When "working on a new language" and trying to get a reference BNF right, you probably don't want to bias your reference grammar towards any particular parser generator. One of the troubles with writing a test grammar for Bison (LALR(1)) or ANTLR(LL*) is you do just exactly that. You also don't want to get hung up in "how do I code the BNF rules in such a way as make it actually parse" presumably because you are interested in working on the grammar, not working on the parser generator.
So I'd recommend using a full context free parser generator. This will let you write the grammar in the most natural form with the least effort. This might mean giving up "text editor", "editor test window", ... but in my experience (check my stack overflow bio) using a context free parser generator overwhelms those niceties completely. Edit-save-parse just doesn't take a lot of effort.
I understand Bison has a GLR option which would provide context-free parser generation, and is open source, and so it might do for just the testing out the grammar.
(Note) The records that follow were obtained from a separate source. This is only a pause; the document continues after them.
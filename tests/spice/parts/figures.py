"""Ratio, settling, bandwidth and bleed-down of the three plain networks, and the cost of a clamp's leakage."""

import math

from .simulator import measure

TOUCH_VOLTS = 60.0
SETTLED = 100.0e-6


def _string(net):
    lines = [
        f"RH{i + 1} {'hv' if i == 0 else f's{i}'} {'tap' if i == net['elements'] - 1 else f's{i + 1}'} {net['element_ohms']:g}"
        for i in range(net["elements"])
    ]
    lines += [f"RL{i + 1} tap 0 {ohms:g}" for i, ohms in enumerate(net["low_ohms"])]
    return lines + [f"RIN tap 0 {net['input_ohms']:g}", f"CF tap 0 {net['filter_farads']:g}"]


def _filter_seconds(net):
    """Only to choose time steps and sweep limits; no reported figure comes from it."""
    low = 1.0 / sum(1.0 / ohms for ohms in net["low_ohms"])
    return low * net["filter_farads"]


def plain(net, volts):
    """The figures of one network, all read from ngspice."""
    exact = ".options reltol=1e-7 abstol=1e-16 vntol=1e-10 gmin=1e-18 numdgt=10"
    dc = measure("\n".join([
        f"* {net['name']} ratio", f"VHV hv 0 {volts:g}", *_string(net), exact, f".dc VHV {volts:g} {volts:g} 1",
        ".meas dc tap_volts MAX v(tap)", ".meas dc string_amperes MIN i(vhv)", ".end", ""]),
        ("tap_volts", "string_amperes"))
    tau = _filter_seconds(net)
    level = dc["tap_volts"] * (1.0 - SETTLED)
    step = measure("\n".join([
        f"* {net['name']} settling", f"VHV hv 0 PULSE(0 {volts:g} 0 1n 1n 1 2)", *_string(net), exact,
        f".tran {tau / 50:g} {tau * 14:g} 0 {tau / 100:g}", f".meas tran settled WHEN v(tap)={level:.12g} RISE=1",
        ".end", ""]), ("settled",))
    ac = measure("\n".join([
        f"* {net['name']} bandwidth", "VHV hv 0 DC 0 AC 1", *_string(net), exact,
        f".ac dec 2000 {0.001 / tau:g} {10 / tau:g}", ".save v(tap)",
        f".meas ac corner WHEN vdb(tap)={20.0 * math.log10(dc['tap_volts'] / volts / 2**0.5):.12g}",
        ".end", ""]), ("corner",))
    # ngspice prints seven digits, and more than that is not kept.
    return {
        "ratio": float(f"{volts / dc['tap_volts']:.7g}"),
        "tap_volts": dc["tap_volts"],
        "string_amperes": -dc["string_amperes"],
        "settle_100ppm_seconds": step["settled"],
        "bandwidth_hz": ac["corner"],
        "bleed_seconds": _bleed(net, volts, True),
        "bleed_without_bleeder_seconds": _bleed(net, volts, False),
    }


def _bleed(net, volts, with_bleeder):
    ohms = net["elements"] * net["element_ohms"]
    if with_bleeder:
        ohms = 1.0 / (1.0 / ohms + 1.0 / net["bleeder_ohms"])
    tau = ohms * net["supply_farads"]
    bleeder = [f"RB hv 0 {net['bleeder_ohms']:g}"] if with_bleeder else []
    found = measure("\n".join([
        f"* {net['name']} bleed-down", f"CS hv 0 {net['supply_farads']:g} ic={volts:g}", *bleeder, *_string(net),
        ".options reltol=1e-6 gmin=1e-18", f".tran {tau / 100:g} {tau * 12:g} 0 {tau / 200:g} uic",
        f".meas tran bled WHEN v(hv)={TOUCH_VOLTS:g} FALL=1", ".end", ""]), ("bled",))
    return found["bled"]


# Name, lines of the clamp at node `clamp`, and the leakage in amperes used for the I x R_H estimate.
def clamps(protection):
    """The clamps that are compared. Leakages are from memory; the TVS law is an assumption, no source."""
    typical = protection["diode_saturation_amperes"]
    reference = f"VR vr 0 {protection['reference_volts']:g}"

    def pair(up, down):
        return [reference, "DUP clamp vr up", "DDN 0 clamp down", f".model up D(is={up:g} n=1.8)",
                f".model down D(is={down:g} n=1.8)"]

    def suppressor(amperes):
        return [f"BTVS clamp 0 I = {amperes:g}*sinh(v(clamp)/0.8)/sinh(5/0.8)"]

    return [
        ("low-leakage pair to 2.5 V, typical (3 pA)", pair(typical, typical)),
        ("low-leakage pair, both at 5 nA", pair(5e-9, 5e-9)),
        ("low-leakage pair, upper one alone at 5 nA", pair(5e-9, typical)),
        ("5 V suppressor on the tap, 1 µA at 5 V", suppressor(1e-6)),
        ("5 V suppressor on the tap, 20 K warmer (4 µA)", suppressor(4e-6)),
        ("5 V suppressor on the tap, worst part (100 µA)", suppressor(1e-4)),
    ]


def leakage(net, protection, volts):
    """Error of the reading in volts at five points, for each clamp: (name, {volts: error}, residual ppm of full scale)."""
    points = [0.0, 0.25 * volts, 0.5 * volts, 0.75 * volts, volts]
    names = [f"p{i}" for i in range(len(points))]

    def sweep(title, lines):
        text = [f"* leakage: {title}", "VHV hv 0 0", *_string(net), f"RS1 tap clamp {sum(protection['series_ohms']):g}",
                *lines, ".options reltol=1e-7 abstol=1e-18 vntol=1e-10 gmin=1e-18 numdgt=10",
                f".dc VHV 0 {volts:g} {volts / 4:g}"]
        text += [f".meas dc {name} FIND v(clamp) AT={point:g}" for name, point in zip(names, points)]
        found = measure("\n".join([*text, ".end", ""]), names)
        return [found[name] for name in names]

    clean = sweep("no clamp", ["RNONE clamp 0 1e15"])
    scale = volts / clean[-1]
    rows = []
    for title, lines in clamps(protection):
        errors = [(got - want) * scale for got, want in zip(sweep(title, lines), clean)]
        rows.append((title, dict(zip(points, errors)), _after_line(points, errors)))
    return rows


def _after_line(points, errors):
    """Largest error in volts that a straight-line calibration cannot take out (least squares)."""
    n = len(points)
    mean_x, mean_y = sum(points) / n, sum(errors) / n
    slope = sum((x - mean_x) * (y - mean_y) for x, y in zip(points, errors)) / sum((x - mean_x) ** 2 for x in points)
    return max(abs(y - mean_y - slope * (x - mean_x)) for x, y in zip(points, errors))
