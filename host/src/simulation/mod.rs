//! The simulated bench: an invented supply, tube, divider, converters, interlock and camera around the real controller.
//!
//! Everything that comes from here is marked SIMULATED. The world runs in virtual time ([`World::advance_to`]) and is
//! fixed by its seed; `port` puts a real pseudo-terminal and `realtime` the clock of the machine around it. What was
//! really true leaves only through [`Truth`]; nothing else may read it.

mod bench;
mod camera;
mod contacts;
mod converter;
mod draw;
mod picture;
mod port;
mod realtime;
mod render;
mod scenario;
mod supply;
mod truth;
mod world;

pub use bench::{SetupError, optics, setup};
pub use camera::{Shot, ShotTruth};
pub use picture::{PictureFault, write_picture};
pub use port::{Port, PortError};
pub use realtime::{Bench, SimulationError, run};
pub use render::{Optics, render};
pub use scenario::{Happening, Scenario, ScenarioError, What};
pub use truth::Truth;
pub use world::{Setup, World};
The DMS Software Reengineering Toolkit is commercial and also provides a GLR parser, which has been used to implement some 30+ full langauges including C, C++, and COBOL in a number of dialects as well as more modern languages such as Python, Ruby, PHP, ....
The difference between DMS and Bison is that DMS is designed to support all aspects of the construction of a full language analyzer/translator (Unicode lexing, GLR parsing with error reporting and recovery, automatic tree construction, symbol table construction, control and data flow analysis, transformations, prettyprinting, ...). If you wanted to seriously evaluate your "new langauge", you'll eventually need to do all this stuff, and Bison is only a tiny step along this road. DMS will carry you the whole way.